I looked around. Every direction—just more storm.
Dark sea. Dark sky. The line between them gone.
Still, I stood.
I planted my feet.
The boat pitched under me again, and I had to grab a beam to stay upright. My fingers dug into the soaked wood. I felt the world tremble through my grip.
Then came the moment.
Lightning cracked. The flash illuminated the sea—and there, in the distance, I saw it.
A wall.
Another wave. Bigger than the one before.
It was still far, but closing fast.
It would swallow me. That much was clear.
This boat—what was left of it—couldn’t take another hit like that.
Most men would jump overboard, pray for driftwood, or just close their eyes and let the sea take them.
But not me.
I did what every man secretly dreams of doing.
I stepped to the front of the boat.
Faced the wave.
And I stood tall.
No shield. No prayer. Just blood boiling, heart hammering, and fists clenched.
The wave loomed before me.
I was nothing to it.
Just a speck.
An ant.
Still, I raised my fist.
Still, I punched.
My knuckles met rain and wind. They met nothing tangible. But it wasn’t about hitting something. It was about not bowing.
I punched the air in defiance of everything this world had thrown at me.
And I screamed.
Not in fear.
In rage.
In rebellion.
In laughter.
Because this wasn’t the worst I’d seen.
I had walked from seeing Leviathans that engulfed the whole sky. I had faced men that didn’t deserve to be called human. I had been molded, devoured. I had carried hope of the girls that had lost theirs in this water.
So no.
I would not drown quietly.
I would not close my eyes and fade away into this sea.
I challenged the elements. Not to win. But to stand.
To remind this world that even an ant has teeth.
The wave hit.
But I was still there.
Still standing.
Still refusing to fall.
The waves took me whole.
---------
Coughs wracked my chest as seawater poured out of my mouth in spurts. I gasped for air, choking, eyes fluttering as light and color returned in blurry smears. My chest ached. My limbs felt like lead. I was alive.
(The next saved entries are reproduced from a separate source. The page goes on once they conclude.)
#!/usr/bin/python3
"""measure_shift.py: the sizes of docs/plant.md, counted over one simulated shift.

gritline-sim plays conf/scenarios/demo.ini (one 8-hour shift of sg4, compressed by
--speed), gritlined publishes to a real mosquitto broker, and mosquitto_sub counts
every message and byte per topic; /metrics and /status.json are scraped at the end.
Prints figures, asserts nothing (a benchmark, see DEVELOPERS.md).

    measure_shift.py [--speed 60] [--hours 8]

Bytes on the wire add the MQTT 3.1.1 PUBLISH framing to topic and payload: a fixed
header of 1 byte plus 1 to 4 bytes of remaining length, 2 bytes of topic length,
2 bytes of packet identifier at QoS 1 and a 4-byte PUBACK (OASIS MQTT 3.1.1,
sections 2.2, 3.3 and 3.4; from memory). TCP/IP headers are not counted.
"""
import argparse
import json
import os
import statistics
import sys
import time

from plantharness import (Broker, Daemon, Subscriber, Workdir, curl, demo_config, free_port, metric, metrics,
                          start_sim)


def remaining_length_bytes(n):
    return 1 if n < 128 else 2 if n < 16384 else 3 if n < 2097152 else 4


def wire_bytes(topic, payload, qos):
    rem = 2 + len(topic) + (2 if qos else 0) + len(payload)
    return 1 + remaining_length_bytes(rem) + rem + (4 if qos else 0)


def main():
    ap = argparse.ArgumentParser()
    ap.add_argument("--speed", type=float, default=60.0)
    ap.add_argument("--hours", type=float, default=8.0)
    args = ap.parse_args()
    work = Workdir()
    broker = Broker(work).start()
    sub = Subscriber(broker.port, ["gritline/#", "plant-test/probe"]).ready(broker.port)
    sim = start_sim(work) if args.speed == 60 else None
    if sim is None:
        import simharness
        from plantharness import DEMO_INI
        sim = simharness.Sim(DEMO_INI, "--speed", "%g" % args.speed).start()
    mport = free_port()
    daemon = Daemon(work, demo_config(work, sim.port, mport, {"port": broker.port}))
    real_s = args.hours * 3600.0 / args.speed
    t0 = time.monotonic()
    try:
        while time.monotonic() - t0 < real_s:
            time.sleep(5)
            sub.poll()
            print("  %4.0f%%  %d messages" % (100 * (time.monotonic() - t0) / real_s, len(sub.messages)),
                  file=sys.stderr, flush=True)
        values, text = metrics(mport)
        _, _, status_body = curl("http://127.0.0.1:%d/status.json" % mport)
        _, _, page = curl("http://127.0.0.1:%d/" % mport)
    finally:
        daemon.stop()
        time.sleep(0.5)
        sub.stop()
        sim.stop()
        broker.stop()
        work.close()

    msgs = [m for m in sub.messages if m[0].startswith("gritline/")]
    classes = {}
    for topic, qos, retain, payload in msgs:
        cls = topic.split("/")[2]
        classes.setdefault(cls, []).append((topic, qos, payload))
    shift_s = args.hours * 3600.0
    print("one simulated shift of %.1f h (demo.ini at %gx, %.0f s of real time)" % (args.hours, args.speed, real_s))
    total_payload = total_wire = 0
    for cls in sorted(classes):
        rows = classes[cls]
        sizes = [len(p.encode()) for _, _, p in rows]
        wire = sum(wire_bytes(t.encode(), p.encode(), q) for t, q, p in rows)
        total_payload += sum(sizes)
        total_wire += wire
        print("  %-7s %6d messages, payload mean %4.0f B (min %d, max %d), %8d B payload, %8d B on the wire"
              % (cls, len(rows), statistics.mean(sizes), min(sizes), max(sizes), sum(sizes), wire))
    print("  total   %6d messages, %d B payload, %d B on the wire per shift" % (len(msgs), total_payload, total_wire))
    passes = classes.get("pass", [])
    print("  mean rate %.4f messages/s per machine (%.1f per hour), %.1f B/s on the wire"
          % (len(msgs) / shift_s, len(msgs) / args.hours, total_wire / shift_s))
    # The busiest minute of the shift, on the simulator's clock (pass end times).
    ends = [json.loads(p)["end_time"] for _, _, p in passes]
    if ends:
        per_min = {}
        for t in ends:
            per_min[int(t // 60)] = per_min.get(int(t // 60), 0) + 1
        print("  busiest minute: %d pass messages" % max(per_min.values()))
    print("  passes %d, alerts raised %d (metrics: passes_total %d)"
          % (len(passes), sum(1 for t, _, p in classes.get("alert", []) if json.loads(p)["state"] == "raised"),
             metric(values, "gritline_passes_total")))
    print("  one /metrics scrape: %d B, %d series; /status.json: %d B; live page: %d B"
          % (len(text.encode()), sum(1 for l in text.splitlines() if l and not l.startswith("#")),
             len(status_body), len(page)))


if __name__ == "__main__":
    main()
Shapes moved around me. At first, I couldn’t make out what they were—only the shadows of forms circling me. The haze lifted slowly. They came into focus.
Monkeys.
Dozens of them.
They stood around me, watching. Some tilted their heads curiously, others pointed and murmured in high-pitched chittering. A few sat calmly on branches nearby, their tails swinging like pendulums. But one among them wasn’t watching like the rest.
A monkey, old and grizzled, fur streaked with gray and silver. His eyes were sunken but sharp. In his hand he held a large gourd, its surface painted with faded symbols. I recognized him. The elder monkey from the Monkey Island. The same one who had first bartered monkey wine in exchange for marrow-rich pork. Wise and strange.
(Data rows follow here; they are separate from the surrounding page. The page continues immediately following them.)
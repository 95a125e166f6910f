#!/usr/bin/python3
"""test_livepage.py: the live page in Debian's headless chromium, against gritline-sim.

Chromium is driven over its DevTools protocol on a pipe (--remote-debugging-pipe:
JSON messages ended by a NUL byte on file descriptors 3 and 4), so the test sees
every console message, uncaught exception and failed load of the page, reads the
text the page shows, and takes a screenshot (kept when GRITLINE_SCREENSHOT names
a file). The page must load with no error, draw the simulator's machine, job and
wheel and the pass count of /status.json, and keep refreshing by itself.
"""
import base64
import json
import os
import re
import subprocess
import tempfile
import time
import unittest

from plantharness import Daemon, Workdir, demo_config, free_port, metric, metrics, start_sim, status, wait_until

CHROMIUM_FLAGS = ["--headless", "--no-sandbox", "--disable-gpu", "--disable-quic", "--no-first-run",
                  "--disable-background-networking", "--disable-component-update", "--disable-sync",
                  "--window-size=1280,800", "--remote-debugging-pipe"]


class Chromium:
    """One headless chromium; commands and events of the DevTools protocol over the pipe."""

    def __init__(self, profile):
        to_chrome_r, self.to_chrome = os.pipe()
        self.from_chrome, from_chrome_w = os.pipe()
        os.set_inheritable(to_chrome_r, True)
        os.set_inheritable(from_chrome_w, True)

        def fds():  # the browser reads commands on 3 and writes answers on 4
            os.dup2(to_chrome_r, 3)
            os.dup2(from_chrome_w, 4)
        self.proc = subprocess.Popen(["chromium", *CHROMIUM_FLAGS, "--user-data-dir=" + profile, "about:blank"],
                                     preexec_fn=fds, pass_fds=(3, 4),  # kept after preexec_fn, by number
                                     stdout=subprocess.DEVNULL, stderr=subprocess.DEVNULL)
        os.close(to_chrome_r)
        os.close(from_chrome_w)
        self.buf = b""
        self.next_id = 0
        self.events = []
        self.session = None

    def _read_message(self, deadline):
        import select
        while b"\0" not in self.buf:
            left = deadline - time.monotonic()
            if left <= 0:
                raise AssertionError("chromium did not answer in time")
            ready, _, _ = select.select([self.from_chrome], [], [], left)
            if ready:
                chunk = os.read(self.from_chrome, 1 << 20)
                if not chunk:
                    raise AssertionError("chromium closed its pipe")
                self.buf += chunk
        msg, self.buf = self.buf.split(b"\0", 1)
        return json.loads(msg)

    def call(self, method, params=None, timeout=20, session=True):
        self.next_id += 1
        msg = {"id": self.next_id, "method": method, "params": params or {}}
        if session and self.session:
            msg["sessionId"] = self.session
        os.write(self.to_chrome, json.dumps(msg).encode() + b"\0")
        deadline = time.monotonic() + timeout
        while True:
            m = self._read_message(deadline)
            if m.get("id") == self.next_id:
                if "error" in m:
                    raise AssertionError("%s: %s" % (method, m["error"]))
                return m.get("result", {})
            self.events.append(m)

    def pump(self, seconds):
        """Collects events for a while."""
        deadline = time.monotonic() + seconds
        try:
            while True:
                self.events.append(self._read_message(deadline))
        except AssertionError as e:
            if "in time" not in str(e):
                raise

    def close(self):
        try:
            self.call("Browser.close", session=False, timeout=5)
        except (AssertionError, OSError):
            pass
        try:
            self.proc.wait(10)
        except subprocess.TimeoutExpired:
            self.proc.kill()
            self.proc.wait()
        os.close(self.to_chrome)
        os.close(self.from_chrome)


def problems(events):
    """Console errors and warnings, uncaught exceptions, failed loads (CDP Runtime, Log, Network)."""
    out = []
    for e in events:
        m, p = e.get("method"), e.get("params", {})
        if m == "Runtime.consoleAPICalled" and p.get("type") in ("error", "warning", "assert"):
            out.append("console %s: %s" % (p["type"], [a.get("value", a.get("description")) for a in p["args"]]))
        elif m == "Runtime.exceptionThrown":
            out.append("exception: %s" % p["exceptionDetails"].get("exception", {}).get("description",
                                                                                     p["exceptionDetails"]["text"]))
        elif m == "Log.entryAdded" and p["entry"]["level"] in ("error", "warning"):
            out.append("log %s: %s %s" % (p["entry"]["level"], p["entry"]["text"], p["entry"].get("url", "")))
        elif m == "Network.loadingFailed":
            out.append("load failed: %s" % p.get("errorText"))
    return out


class LivePage(unittest.TestCase):
    def test_page_shows_the_simulator(self):
        work = Workdir()
        sim = start_sim(work)
        port = free_port()
        daemon = Daemon(work, demo_config(work, sim.port, port))
        browser = None
        try:
            wait_until("two passes", lambda: (metric(metrics(port)[0], "gritline_passes_total") or 0) >= 2, 30, 0.3)
            browser = Chromium(work.file("profile"))
            targets = browser.call("Target.getTargets", session=False)["targetInfos"]
            page = next(t for t in targets if t["type"] == "page")
            browser.session = browser.call("Target.attachToTarget", {"targetId": page["targetId"], "flatten": True},
                                           session=False)["sessionId"]
            for domain in ("Runtime", "Log", "Network", "Page"):
                browser.call(domain + ".enable")
            browser.call("Page.navigate", {"url": "http://127.0.0.1:%d/" % port})
            browser.pump(3.5)  # the page fetches /status.json once a second

            def shown():
                return browser.call("Runtime.evaluate", {"expression": "document.body.innerText",
                                                         "returnByValue": True})["result"]["value"]
            text = shown()
            st = status(port)
            self.assertIn("sg4", text)
            self.assertIn("job plate-1200 \u00b7 wheel cx60-vitrified", text)
            self.assertIn("CONTROLLER OK", text)
            self.assertRegex(text, r"(GRINDING|IDLE)")
            self.assertRegex(text, r"\d+(\.\d)? k?W")  # the net power
            # The pass count follows the status JSON (a pass may end in between).
            shown_pass = int(re.search(r"(?i)pass\s+(\d+)", text).group(1))
            self.assertLessEqual(abs(shown_pass - st["last_pass"]["pass"]), 2, text)
            # It refreshes by itself: a later pass appears without a reload.
            wait_until("a newer pass on the page", lambda: int(re.search(r"(?i)pass\s+(\d+)", shown()).group(1))
                       > shown_pass, 15, 0.5)
            body_class = browser.call("Runtime.evaluate", {"expression": "document.body.className",
                                                           "returnByValue": True})["result"]["value"]
            self.assertNotEqual(body_class, "stale")
            shot = base64.b64decode(browser.call("Page.captureScreenshot", {"format": "png"})["data"])
            self.assertEqual(shot[:8], b"\x89PNG\r\n\x1a\n")
            keep = os.environ.get("GRITLINE_SCREENSHOT")
            if keep:
                with open(keep, "wb") as f:
                    f.write(shot)
            browser.pump(0.2)
            self.assertEqual(problems(browser.events), [])

            # When gritlined is gone the page says so instead of showing old figures.
            self.assertEqual(daemon.stop(), 0)
            wait_until("the no-data banner", lambda: browser.call(
                "Runtime.evaluate", {"expression": "document.body.className", "returnByValue": True}
            )["result"]["value"] == "stale", 15, 0.5)
        finally:
            if browser:
                browser.close()
            if daemon.proc.poll() is None:
                daemon.stop()
            sim.stop()
            work.close()


if __name__ == "__main__":
    unittest.main()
I tried to stand, to speak, but pain wrapped around my ribs like iron bands. The elder monkey stepped forward swiftly and pressed a heavy, hairy finger against my sternum, forcing me to lie back down.
He opened my mouth with ease, then tipped the gourd. The wine trickled in, a warm, syrupy liquid with an earthy tang. As soon as it hit my tongue, I felt it—something shifting.
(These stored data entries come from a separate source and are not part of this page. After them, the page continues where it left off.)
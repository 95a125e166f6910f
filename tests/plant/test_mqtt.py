#!/usr/bin/python3
"""test_mqtt.py: gritlined publishing to a real mosquitto broker (Debian's mosquitto).

gritline-sim plays sg4 (conf/scenarios/demo.ini at 60x); gritlined runs with
conf/demo.conf and an [mqtt] section; the broker has its own configuration file,
a free port on 127.0.0.1 and persistence off; Debian's mosquitto_sub reads what
arrives. The payloads are read with Python's json module; the MQTT semantics
checked (QoS of delivery, retained flag, last will, clean disconnect) are those of
MQTT 3.1.1 (OASIS standard, sections 3.1.2.5 will, 3.3.1.3 retain; from memory) as
the broker applies them.

Run by meson, one class per test: Basic, Restart, Late, Auth.
"""
import csv
import glob
import json
import os
import re
import signal
import subprocess
import sys
import time
import unittest

from plantharness import (ROOT, Broker, Daemon, Gate, Subscriber, Workdir, demo_config, free_port, metric,
                          metrics, start_sim, wait_until)

PASS_KEYS = {"machine", "job", "wheel", "pass", "start_time", "end_time", "duration_s", "depth_of_cut_mm",
             "work_speed_mm_min", "wheel_speed_m_s", "aggressiveness", "specific_energy_j_mm3", "burn_ratio",
             "net_power_mean_w", "flags", "cycle", "pass_in_cycle", "dull_ratio", "dull_ratio_smoothed"}


def is_status(online):
    return lambda t, q, r, p: t == "gritline/sg4/status" and json.loads(p)["online"] is online


def passes_csv(work):
    rows = []
    for path in sorted(glob.glob(work.file("data/sg4/*/passes.csv"))):
        with open(path, newline="", encoding="utf-8") as f:
            rows += list(csv.DictReader(f))
    return {int(r["pass"]): r for r in rows}


class Plant(unittest.TestCase):
    """A work folder, and everything started is stopped at the end, in reverse."""

    def setUp(self):
        self.work = Workdir()
        self.stops = []

    def tearDown(self):
        for stop in reversed(self.stops):
            try:
                stop()
            except Exception as e:  # the first failure is the interesting one
                print("cleanup:", e, file=sys.stderr)
        self.work.close()

    def keep(self, thing, stop=None):
        self.stops.append(stop or thing.stop)
        return thing


class Basic(Plant):
    def test_passes_alerts_retained_status_and_will(self):
        broker = self.keep(Broker(self.work).start())
        sub = self.keep(Subscriber(broker.port, ["gritline/#", "plant-test/probe"]).ready(broker.port))
        sim = self.keep(start_sim(self.work))
        conf = demo_config(self.work, sim.port, free_port(), {"port": broker.port, "keepalive_s": 10})
        daemon = Daemon(self.work, conf)
        self.keep(daemon)

        # The status goes out first, retained, QoS 1.
        topic, qos, retain, payload = sub.wait_for("the online status", is_status(True), 15)
        st = json.loads(payload)
        self.assertEqual(qos, 1)
        self.assertEqual(st["machine"], "sg4")
        self.assertEqual(st["connection"], "up")
        self.assertIsInstance(st["conditions"], list)

        # Pass records, QoS 0 as configured by default, in order, with the pipeline's figures.
        def three_passes():
            got = [m for m in sub.poll() if m[0] == "gritline/sg4/pass"]
            return got if len(got) >= 3 else None
        passes = wait_until("three pass messages", three_passes, 25)
        numbers = []
        for topic, qos, retain, payload in passes:
            p = json.loads(payload)
            self.assertEqual(qos, 0)
            self.assertEqual(retain, 0)
            self.assertLessEqual(PASS_KEYS, set(p), "keys missing from a pass message")
            self.assertEqual((p["machine"], p["job"], p["wheel"]), ("sg4", "plate-1200", "cx60-vitrified"))
            numbers.append(p["pass"])
        self.assertEqual(numbers, sorted(numbers))
        self.assertEqual(len(set(numbers)), len(numbers))

        # An alert raised by the condition model (the demo job runs below the wheel's
        # window: low_aggressiveness), QoS 1, its kind in the topic.
        topic, qos, retain, payload = sub.wait_for(
            "an alert", lambda t, q, r, p: t.startswith("gritline/sg4/alert/"), 30)
        ev = json.loads(payload)
        self.assertEqual(qos, 1)
        self.assertEqual(topic.rsplit("/", 1)[1], ev["kind"])
        self.assertEqual(ev["state"], "raised")
        self.assertIn(ev["severity"], ("warning", "critical"))
        self.assertTrue(ev["message"])

        # The same passes as passes.csv (the pass log).
        rows = wait_until("passes.csv", lambda: passes_csv(self.work) or None, 5)
        for _, _, _, payload in passes:
            p = json.loads(payload)
            row = rows[p["pass"]]
            self.assertAlmostEqual(float(row["end_time"]), p["end_time"], delta=0.002)
            if p["aggressiveness"] is not None:
                self.assertAlmostEqual(float(row["aggressiveness"]), p["aggressiveness"],
                                       delta=1e-4 * abs(p["aggressiveness"]))  # passes.csv: 4 digits

        # A subscriber that comes later gets the status from the broker: retained.
        late = Subscriber(broker.port, ["gritline/sg4/status"])
        m = late.wait_for("the retained status", lambda t, q, r, p: True, 5)
        late.stop()
        self.assertEqual(m[2], 1)
        self.assertTrue(json.loads(m[3])["online"])

        # kill -9: no clean disconnect, so the broker publishes the last will.
        self.assertEqual(daemon.stop(signal.SIGKILL), -signal.SIGKILL)
        topic, qos, retain, payload = sub.wait_for("the will", is_status(False), 10)
        self.assertEqual(qos, 1)
        self.assertEqual(json.loads(payload)["reason"], "connection lost")
        late = Subscriber(broker.port, ["gritline/sg4/status"])
        m = late.wait_for("the retained will", lambda t, q, r, p: True, 5)
        late.stop()
        self.assertEqual(m[2], 1)
        self.assertFalse(json.loads(m[3])["online"])

    def test_clean_stop_says_stopped(self):
        broker = self.keep(Broker(self.work).start())
        sub = self.keep(Subscriber(broker.port, ["gritline/#", "plant-test/probe"]).ready(broker.port))
        sim = self.keep(start_sim(self.work))
        conf = demo_config(self.work, sim.port, 0, {"port": broker.port})
        daemon = Daemon(self.work, conf)
        self.keep(daemon)
        sub.wait_for("the online status", is_status(True), 15)
        self.assertEqual(daemon.stop(signal.SIGTERM), 0)
        topic, qos, retain, payload = sub.wait_for("the offline status", is_status(False), 10)
        self.assertEqual(json.loads(payload)["reason"], "stopped")  # not the will
        time.sleep(0.5)
        wills = [m for m in sub.poll() if m[0] == topic and json.loads(m[3])["reason"] == "connection lost"]
        self.assertEqual(wills, [], "a clean stop must not trigger the will")


class Restart(Plant):
    """The broker goes away and comes back: alerts raised meanwhile are kept and
    arrive after the reconnect; the pass queue keeps its newest messages."""

    def test_broker_restart_keeps_alerts(self):
        broker = self.keep(Broker(self.work).start())
        gate = Gate(broker.port)
        self.keep(gate, gate.shutdown)
        gate.open()
        sim = self.keep(start_sim(self.work, "--control", self.work.file("faults")))
        mport = free_port()
        conf = demo_config(self.work, sim.port, mport,
                           {"port": gate.port, "queue_passes": 3, "reconnect_min_s": 1, "reconnect_max_s": 2})
        daemon = Daemon(self.work, conf)
        self.keep(daemon)
        wait_until("MQTT connected", lambda: metric(metrics(mport)[0], "gritline_mqtt_connected") == 1, 15)
        wait_until("two passes", lambda: metric(metrics(mport)[0], "gritline_passes_total") >= 2, 20)

        # The broker goes: the gate cuts the connection and refuses new ones; the broker restarts.
        gate.close()
        last_before = metric(metrics(mport)[0], "gritline_last_pass_number")
        broker.stop()
        wait_until("MQTT down", lambda: metric(metrics(mport)[0], "gritline_mqtt_connected") == 0, 10)
        # The controller goes silent (the simulator's fault): communication_lost is raised ...
        with open(self.work.file("faults.tmp"), "w") as f:
            f.write("silent\n")
        os.rename(self.work.file("faults.tmp"), self.work.file("faults"))
        wait_until("communication_lost raised", lambda: metric(
            metrics(mport)[0], "gritline_condition_active", kind="communication_lost") == 1, 15)
        # ... and cleared when it answers again.
        os.unlink(self.work.file("faults"))
        wait_until("communication_lost cleared", lambda: metric(
            metrics(mport)[0], "gritline_condition_active", kind="communication_lost") == 0, 15)
        # More passes than the pass queue holds: the oldest are dropped and counted.
        wait_until("pass messages dropped", lambda: metric(
            metrics(mport)[0], "gritline_mqtt_messages_dropped_total", **{"class": "pass"}) >= 1, 20)
        values, _ = metrics(mport)
        self.assertEqual(metric(values, "gritline_mqtt_messages_dropped_total", **{"class": "alert"}), 0)
        self.assertGreaterEqual(metric(values, "gritline_mqtt_queued_messages", **{"class": "alert"}), 2)
        self.assertEqual(metric(values, "gritline_mqtt_queued_messages", **{"class": "pass"}), 3)

        broker.start()
        sub = self.keep(Subscriber(broker.port, ["gritline/#", "plant-test/probe"]).ready(broker.port))
        gate.open()
        raised = sub.wait_for("communication_lost raised", lambda t, q, r, p: t.endswith(
            "/alert/communication_lost") and json.loads(p)["state"] == "raised", 15)
        cleared = sub.wait_for("communication_lost cleared", lambda t, q, r, p: t.endswith(
            "/alert/communication_lost") and json.loads(p)["state"] == "cleared", 5)
        self.assertEqual((raised[1], cleared[1]), (1, 1))
        self.assertLess(json.loads(raised[3])["time"], json.loads(cleared[3])["time"])
        wait_until("the queue emptied", lambda: metric(
            metrics(mport)[0], "gritline_mqtt_queued_messages", **{"class": "alert"}) == 0, 10)
        values, _ = metrics(mport)
        self.assertEqual(metric(values, "gritline_mqtt_connects_total"), 2)
        self.assertEqual(metric(values, "gritline_mqtt_unconfirmed_total"), 0)
        # Of the passes made while the broker was away, the newest three came, in order,
        # after a gap where the dropped ones were.
        time.sleep(0.5)
        after = [json.loads(m[3])["pass"] for m in sub.poll() if m[0] == "gritline/sg4/pass"]
        self.assertGreaterEqual(len(after), 3)
        self.assertEqual(after, sorted(set(after)))
        self.assertEqual(after[:3], list(range(after[0], after[0] + 3)))
        self.assertGreater(after[0], last_before + 1)
        self.assertIn("MQTT: connection to the broker lost", daemon.text())
        # docs/metrics.md lists every MQTT series.
        with open(os.path.join(ROOT, "docs", "metrics.md"), encoding="utf-8") as f:
            documented = set(re.findall(r"`(gritline_mqtt_\w+)`", f.read()))
        exposed = set(re.findall(r"^# TYPE (gritline_mqtt_\w+) ", metrics(mport)[1], re.M))
        self.assertEqual(exposed, documented)


class Late(Plant):
    """The daemon starts while the broker is down; keep-alive pings once connected."""

    def test_broker_that_starts_later(self):
        # Configured, not started: the port refuses connections.
        broker = Broker(self.work, extra="allow_anonymous true\nlog_type all\n")
        self.keep(broker)
        sim = self.keep(start_sim(self.work))
        mport = free_port()
        conf = demo_config(self.work, sim.port, mport,
                           {"port": broker.port, "keepalive_s": 5, "reconnect_min_s": 1, "reconnect_max_s": 2})
        daemon = Daemon(self.work, conf)
        self.keep(daemon)
        wait_until("a pass while the broker is away", lambda: metric(
            metrics(mport)[0], "gritline_mqtt_queued_messages", **{"class": "pass"}) >= 1, 20)
        broker.start()
        wait_until("the queue sent", lambda: metric(metrics(mport)[0], "gritline_mqtt_connected") == 1 and metric(
            metrics(mport)[0], "gritline_mqtt_queued_messages", **{"class": "pass"}) == 0, 10)
        late = Subscriber(broker.port, ["gritline/sg4/status"])
        m = late.wait_for("the retained status", lambda t, q, r, p: True, 5)
        late.stop()
        self.assertEqual(m[2], 1)
        self.assertTrue(json.loads(m[3])["online"])
        # MQTT 3.1.1, 3.1.2.10: a client sends PINGREQ when it has sent nothing for keepalive_s
        # (from memory); the broker's log shows them.
        log = broker.log.name

        def pinged():
            with open(log, encoding="utf-8", errors="replace") as f:
                return "Received PINGREQ from gritline-sg4" in f.read()
        wait_until("a keep-alive ping", pinged, 15, 0.5)
        self.assertEqual(metric(metrics(mport)[0], "gritline_mqtt_connects_total"), 1)


class Auth(Plant):
    """A broker that wants a user name and password (mosquitto_passwd)."""

    def test_password_file(self):
        pw = self.work.file("broker.passwd")
        subprocess.run(["mosquitto_passwd", "-c", "-b", pw, "sg4", "alder-b-4"], check=True, timeout=10,
                       capture_output=True)
        acl = self.work.file("broker.acl")
        with open(acl, "w") as f:
            f.write("user sg4\ntopic readwrite gritline/#\ntopic readwrite plant-test/#\n")
        # mosquitto started as root reads these files as the user mosquitto.
        os.chmod(self.work.path, 0o755)
        for path in (pw, acl):
            os.chmod(path, 0o644)
        broker = self.keep(Broker(self.work, extra="allow_anonymous false\npassword_file %s\nacl_file %s\n"
                                  % (pw, acl)).start())
        creds = ["-u", "sg4", "-P", "alder-b-4"]
        sub = self.keep(Subscriber(broker.port, ["gritline/#"], extra=creds))
        time.sleep(0.5)
        secret = self.work.file("mqtt.secret")
        with open(secret, "w") as f:
            f.write("alder-b-4\n")
        sim = self.keep(start_sim(self.work))
        mport = free_port()
        conf = demo_config(self.work, sim.port, mport,
                           {"port": broker.port, "username": "sg4", "password_file": secret})
        daemon = Daemon(self.work, conf)
        self.keep(daemon)
        sub.wait_for("the online status", is_status(True), 15)
        self.assertEqual(daemon.stop(), 0)
        self.assertNotIn("alder-b-4", daemon.text())  # the password is never logged

        # A wrong password: refused by the broker, said once in the log, monitoring goes on.
        with open(secret, "w") as f:
            f.write("wrong\n")
        os.unlink(self.work.file("gritlined.log"))
        daemon = Daemon(self.work, conf)
        self.keep(daemon)
        wait_until("the refusal in the log", lambda: "refused the connection" in daemon.text(), 15)
        values, _ = metrics(mport)
        self.assertEqual(metric(values, "gritline_mqtt_connected"), 0)
        self.assertEqual(metric(values, "gritline_controller_connected"), 1)


if __name__ == "__main__":
    unittest.main()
The wine didn’t slide down to my stomach. It was diverted—dragged toward the wine ball. That organ-like core I’d carried ever since Monkey Island.
I could feel it, like a new current forming in a river. The wine veered to my chest, drawn toward something I hadn’t felt in weeks.
The wine ball.
Nestled deep within my chest, it had remained dormant until now, pulsing faintly like an unseen heart. But now, the moment wine entered my system, it responded.
Heat bloomed from it—slowly at first, then like a furnace roaring to life. The temperature rose until I could feel my flesh bubbling beneath the skin. My veins throbbed. I clenched my teeth to stop from screaming.
The wine ball wasn’t just absorbing the wine.
It was burning it.
Flesh sizzled near the chest. Muscle tightened and snapped. My skin crawled with unseen movement as something inside me twisted.
But just as the pain reached its peak, a second force surged forward. The blood.
The sentient blood that had healed wounds and gave strength beyond comprehension.
It rose again.
It wasn’t passive only responding when I wanted it too. No, It was angry.
The blood pushed against the heat, cooling the tissue where it could, knitting torn muscle, smoothing raw nerves. It flowed faster through my veins, building a defense—a dome around my organs, isolating them from the heat and violence of the wine ball.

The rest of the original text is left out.